Washington, D.C., February 27 (ANI) — The East Turkistan Government in Exile (ETGE) has called on the international community, including United Nations bodies, to take coordinated and principled action over what it describes as the institutionalisation of a coercive security and control system in East Turkistan (Xinjiang), which the ETGE calls an occupied territory under Chinese rule.
In a statement posted on X, the ETGE said Beijing’s “People’s War on Terror” and “Strike Hard Campaign against Violent Terrorism,” launched in May 2014, have evolved into long-running policies that the group alleges serve as official justification for measures it characterises as genocide and crimes against humanity against Uyghurs, Kazakhs, Kyrgyz and other Turkic peoples.
The ETGE cited reports of a “Political-Legal Work” conference held on February 9 in Urumchi under Chinese Communist Party administration, attended by senior political and security officials.
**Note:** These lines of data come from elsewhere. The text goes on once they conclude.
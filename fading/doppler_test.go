package fading

import (
	"math"
	"testing"
)

// TestDoppler: f_D = v f_c / c; 120 km/h at 2 GHz is 222.4 Hz and
// 3 km/h at 2 GHz is 5.56 Hz (textbook (memory)); the Clarke spectrum
// integrates to one (Clarke 1968; Jakes 1974 (memory)).
func TestDoppler(t *testing.T) {
	if v := DopplerHz(120, 2e9); math.Abs(v-222.4) > 0.05 {
		t.Errorf("DopplerHz(120 km/h, 2 GHz) = %.3f", v)
	}
	if v := DopplerHz(3, 2e9); math.Abs(v-5.56) > 0.005 {
		t.Errorf("DopplerHz(3 km/h, 2 GHz) = %.4f", v)
	}
	if v := SpeedKmh(DopplerHz(50, 9e8), 9e8); math.Abs(v-50) > 1e-9 {
		t.Errorf("SpeedKmh round trip %g", v)
	}
	// midpoint rule on the substitution f = f_D sin φ removes the edge singularity
	const fd, n = 100.0, 20000
	sum := 0.0
	for i := 0; i < n; i++ {
		phi := -math.Pi/2 + (float64(i)+0.5)*math.Pi/n
		f := fd * math.Sin(phi)
		sum += ClarkeSpectrum(f, fd) * fd * math.Cos(phi) * math.Pi / n
	}
	if math.Abs(sum-1) > 1e-6 {
		t.Errorf("Clarke spectrum integrates to %g", sum)
	}
	if ClarkeSpectrum(150, fd) != 0 || !math.IsInf(ClarkeSpectrum(fd, fd), 1) {
		t.Error("Clarke spectrum outside or at the band edge")
	}
	if err := CheckDoppler(749.9, 1500); err != nil {
		t.Error(err)
	}
	if CheckDoppler(750, 1500) == nil || CheckDoppler(math.NaN(), 1500) == nil || CheckDoppler(1, 0) == nil {
		t.Error("CheckDoppler accepted bad input")
	}
}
The group said Chen Xiaojiang, identified as the region’s top Party official, spoke at the meeting and Erkin Tuniyaz presided. Participants reportedly included representatives from the Xinjiang Production and Construction Corps (XPCC), the Xinjiang Military Region, the Armed Police Command and other security and intelligence bodies, with Wang Gang—described by the ETGE as the Party’s regional security chief—issuing specific enforcement directives.
According to the ETGE, the directives emphasised “preventing risks, ensuring security and safeguarding stability,” and called for the continued normalisation of counterterrorism and stability-maintenance measures. They reportedly urged maintaining a “high-pressure” posture against the so-called “three forces,” accelerating an integrated prevention-and-control system, tightening border controls, intensifying de-extremification, and expanding anti-separatism and foreign-related security operations.
The ETGE said these policies are consolidating a mass-surveillance and grassroots control apparatus, invoking the Fengqiao model of social governance, and reinforcing practices that have drawn international criticism. The statement referenced findings by the United States and several Western parliaments that China’s actions in the region amount to genocide and crimes against humanity, a UN Human Rights Office assessment that serious violations — some potentially amounting to crimes against humanity — have occurred, and a joint declaration by 51 UN member states condemning abuses against Uyghurs and other Turkic peoples.
Salih Hudayar, ETGE minister of foreign affairs and security, described the directives as outlining a colonial control system meant to entrench Beijing’s rule, and said the normalisation of counterterrorism and de-extremification provides an administrative framework for mass surveillance, detention, forced labour and coercive population-control policies. The ETGE is urging targeted sanctions on officials it names within what it terms the colonial chain of command, measures to counter transnational repression, and strengthened accountability through national and international legal mechanisms.
The group argues the matter should be treated as an issue of decolonisation rather than solely an internal Chinese affair. Mamtimin Ala, president of the ETGE, has called on governments to support the right of the people of East Turkistan to self-determination and national independence.
(This report is based on a syndicated feed and is published as received.)